Contrary to this assumption the Magisterium of the Church emphasises that the pastors must recognise the various situations well and must invite the affected faithful to participation in the life of the Church, but also “reaffirms her practice, which is based upon Sacred Scripture, of not admitting to Eucharistic Communion divorced persons who have  remarried” (cf. John Paul II, Apostolic Exhortation Familiaris Consortio, of 22 November 1981, N. 84; also compare the Letter of this Congregation of 14 September 1994 about the reception of Communion by remarried divorced faithful, which rejects the proposal from the Oberrhein bishops; and Benedict XVI, Apostolic Exhortation Sacramentum Caritatis of 22 February 2009, N. 29).

This position of the Magisterium is well-founded. Remarried divorcees stand in the way of their access to the Eucharist, insofar as their state of life is an objective contradiction to the relationship of love between Christ and the Church, which is made visible and present in the Eucharist (doctrinal reason). If these people were allowed to receive the Eucharist this would cause confusion among the faithful about the Church’s teaching about the indissolubility of marriage (pastoral reason).

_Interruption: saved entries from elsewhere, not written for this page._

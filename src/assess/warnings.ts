// Parts used outside the range their formula or coefficient was published for, and numerical cautions
// of the routing. The search prefers designs without them. (Whether the openings fit their wall and
// stay below the rim is judged by the buildability rules, rules/openingWeb.ts and its neighbours.)
import type { Case, Element, Outlet } from "../model.js";
import { drainedStage, type CaseRouting } from "../routing/routeCase.js";
import { formatter, type Formatter } from "../format.js";
import { partOf } from "../parts/registry.js";
import { barrelRise, barrelSizeWords } from "../parts/barrel.js";
import { openingsFlow, outletDetail, outletDischarge } from "../hydraulics/outlet.js";
import { chamberFlow } from "../hydraulics/chamber.js";
import { tailwaterLevel } from "../hydraulics/tailwater.js";
import { barrelState, outletControlDoubt, type OutletDoubt } from "../hydraulics/barrel.js";

export interface Warning {
  /** Which part: its path in the case file and a short description. */
  part: string;
  reason: string;
}

/** Largest HW/D the HDS-5 inlet-control charts cover: the regression polynomials fitted to them apply
 * for 0.5 <= HW/D <= 3.0 (TxDOT Hydraulic Design Manual, ch. 8 sec. 3, eq 8-4); beyond it the
 * equations are extrapolated. */
export const BARREL_MAX_HEADWATER_RATIO = 3.0;
/** Stages scanned below the highest routed stage when looking for a doubtful outlet-control headwater. */
const BARREL_SCAN_STAGES = 48;

/** An element as a warning's subject: its path in the case file and the part in words. */
export function partLabel(e: Element, index: number, f: Formatter): string {
  return `outlet.elements[${index}] (${partOf(e).label(e, f)})`;
}

export function outletWarnings(c: Case, outlet: Outlet, routing: CaseRouting): Warning[] {
  const f = formatter(c.units);
  const warnings: Warning[] = [];
  const maxStage = Math.max(...routing.storms.map((s) => s.result.maxStage));
  outlet.elements.forEach((e, i) => {
    const kind = partOf(e);
    const part = partLabel(e, i, f);
    const add = (reason: string) => warnings.push({ part, reason });
    // Its own range of validity (the kind's).
    kind.warnings(e, { maxStage, floor: c.pond.bottom }, f).forEach(add);
  });
  if (outlet.barrel) warnings.push(...barrelWarnings(c, outlet, routing, f));
  if (routing.table.heldNodes > 0) {
    warnings.push({ part: "outlet", reason: `the combined rating fell with rising stage at ${routing.table.heldNodes} stages and was held level there` });
  }
  for (const { storm, result } of routing.storms) {
    if (result.beyondTable) warnings.push({ part: "routing", reason: `${storm.name}: the stage rose above the rating table (${f.elevation(routing.table.stage[routing.table.stage.length - 1])}); storage and outflow extrapolated` });
    if (result.clampedSteps > 0) warnings.push({ part: "routing", reason: `${storm.name}: ${result.clampedSteps} steps emptied the pond within one step; use a shorter step` });
    if (result.drawdownTime === null) {
      // A pond that never returns to its pool is a defect whether or not a drawdown rule applies.
      warnings.push({
        part: "outlet",
        reason: `${storm.name}: the pond does not drain to ${f.elevation(drainedStage(c))} within ${(result.duration / 86400).toFixed(1)} days of the storm's start: the openings do not drain it to its ${c.pond.pool > c.pond.bottom ? "permanent pool" : "floor"}, or far too slowly`,
      });
    }
  }
  return warnings;
}

/** The barrel used outside what its HDS-5 forms cover, judged where it limits the outflow. */
export function barrelWarnings(c: Case, outlet: Outlet, routing: CaseRouting, f: Formatter): Warning[] {
  const b = outlet.barrel!;
  const rise = barrelRise(b);
  const part = `outlet.barrel (${barrelSizeWords(b, f)} barrel)`;
  const warnings: Warning[] = [];
  const fullAgainstTailwater: string[] = [];
  let steepest: { storm: string; ratio: number } | null = null;
  for (const { storm, result } of routing.storms) {
    const d = outletDetail(outlet, c.tailwater, result.maxStage);
    if (d.chamber === null) continue;
    const ratio = (d.chamber - b.inletInvert) / rise;
    if (ratio > BARREL_MAX_HEADWATER_RATIO && (!steepest || ratio > steepest.ratio)) steepest = { storm: storm.name, ratio };
    if (d.control === "barrel outlet control" && d.tailwater !== null && d.tailwater - b.outletInvert >= rise) {
      fullAgainstTailwater.push(`${storm.name} (tailwater ${f.length(d.tailwater - b.outletInvert)} above the outlet invert)`);
    }
  }
  if (fullAgainstTailwater.length) {
    warnings.push({
      part,
      reason: `runs full under outlet control against a tailwater at or above its crown at the peak of ${fullAgainstTailwater.join(", ")}: the downstream level sets the outlet's capacity, so check the tailwater rating`,
    });
  }
  if (steepest) {
    warnings.push({
      part,
      reason: `headwater reaches HW/D = ${steepest.ratio.toFixed(2)} at the peak of ${steepest.storm}, beyond the ${BARREL_MAX_HEADWATER_RATIO.toFixed(1)} the HDS-5 inlet-control charts cover; the equations are extrapolated`,
    });
  }
  warnings.push(...outletControlNotes(c, outlet, routing, f, part));
  return warnings;
}

/** What a doubtful outlet-control headwater means, in words (see `OutletDoubt` in barrel.ts). */
const DOUBT_REASONS: Record<OutletDoubt, string> = {
  "step limit": "the backwater profile that gives its outlet-control headwater stopped at its step limit short of the inlet, so the chamber level there is uncertain",
  "adverse, part full":
    "the barrel is adverse (its inlet below its outlet) and HDS-5's full-flow approximation applies by its headwater, yet a backwater profile shows the barrel part full over its whole length: the approximation's ho = (dc + D)/2 at the outlet overstates the headwater, so the chamber level there is likely too high",
};

/**
 * Where the barrel holds the openings back under outlet control, its headwater comes from HDS-5's
 * approximation (HW >= 0.75 D, or the barrel full over part of its length) or from a backwater
 * profile of the part-full flow; neither is flagged. A note is raised only where that headwater is
 * doubtful: a profile cut short by its step limit, or an adverse barrel where the approximation
 * applies by its headwater while a profile shows the barrel part full throughout.
 */
function outletControlNotes(c: Case, outlet: Outlet, routing: CaseRouting, f: Formatter, part: string): Warning[] {
  const b = outlet.barrel!;
  const top = Math.max(...routing.storms.map((s) => s.result.maxStage));
  const found = new Map<OutletDoubt, { lowest: number; highest: number }>();
  for (let i = 1; i <= BARREL_SCAN_STAGES; i++) {
    const stage = c.pond.pool + ((top - c.pond.pool) * i) / BARREL_SCAN_STAGES;
    // The values of `outletDetail` at the stage, in the order that skips the barrel's exact state
    // (a backwater profile) where the openings are not held back or the tailwater drowns the pond.
    const tw = c.tailwater.kind === "rating" ? tailwaterLevel(c.tailwater, outletDischarge(outlet, c.tailwater, stage)) : tailwaterLevel(c.tailwater, 0);
    const flow = chamberFlow(outlet, stage, tw, c.tailwater.kind === "rating");
    const held = flow < openingsFlow(outlet, stage, -Infinity) * (1 - 1e-9);
    if (!held || (Number.isFinite(tw) && tw >= stage)) continue;
    if (barrelState(b, flow, tw).control !== "outlet") continue;
    const doubt = outletControlDoubt(b, flow, tw);
    if (doubt === null) continue;
    const range = found.get(doubt) ?? { lowest: stage, highest: stage };
    found.set(doubt, { lowest: Math.min(range.lowest, stage), highest: Math.max(range.highest, stage) });
  }
  return [...found].map(([doubt, { lowest, highest }]) => ({
    part,
    reason: `limits the outflow under outlet control at stages ${f.elevation(lowest)} to ${f.elevation(highest)}, where ${DOUBT_REASONS[doubt]}`,
  }));
}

2. In addition to this a prayer service is suggested for divorced faithful who enter into a new civil marriage. Although it is explicitly stated that this is not some “semi-marriage” and the ceremony should be simple. but it would still be a sort of “Rite” with an entrance, reading from the Word of God, blessing and giving of a candle, prayer and conclusion.

Such celebrations were expressly forbidden by John Paul II and Benedict XVI: “The respect due to the sacrament of Matrimony, to the couples  themselves and their families, and also to the community of the faithful,  forbids any pastor, for whatever reason or pretext even of a pastoral nature, to  perform ceremonies of any kind for divorced people who remarry. Such ceremonies  would give the impression of the celebration of a new sacramentally valid  marriage, and would thus lead people into error concerning the indissolubility  of a validly contracted marriage” (Familiaris Consortio, n. 84).

The affected faithful are to be offered support, but it must be avoided that “confusion arise among the faithful  concerning the value of marriage” (Sacramentum Caritatis, N. 29).

Due to the aforementioned discrepancies, the draft text is to be withdrawn and revised, so that no pastoral directions are sanctioned which are in opposition to Church teaching. Because the tekst has raised questions not only in Germany, but in many parts of the world as well, and has led to uncertainties in a delicate pastoral issue, I felt obliged to inform Pope Francis about it.

“Going paths which fully agree with the doctrine of the faith of the Church”

After consultation with the Holy Father, an article from my hand was published in L’Osservatore Romano on 23 October 2013, which sumarises the binding teaching of the Church on these questions. This contribution was also published in the weekly edition of the Vatican newspaper.

Since a number of bishops have turned to me and a working group of the German Bishops’ Conference is dealing with the topic, I would like to inform you that I will send a copy of this letter to all the diocesan bishops of Germany. Hoping that on this delicate issue we are going pastoral paths, which are in full agreement with the doctrine of the faith of the Church, I remain with heartfelt greeting and blessings in the Lord.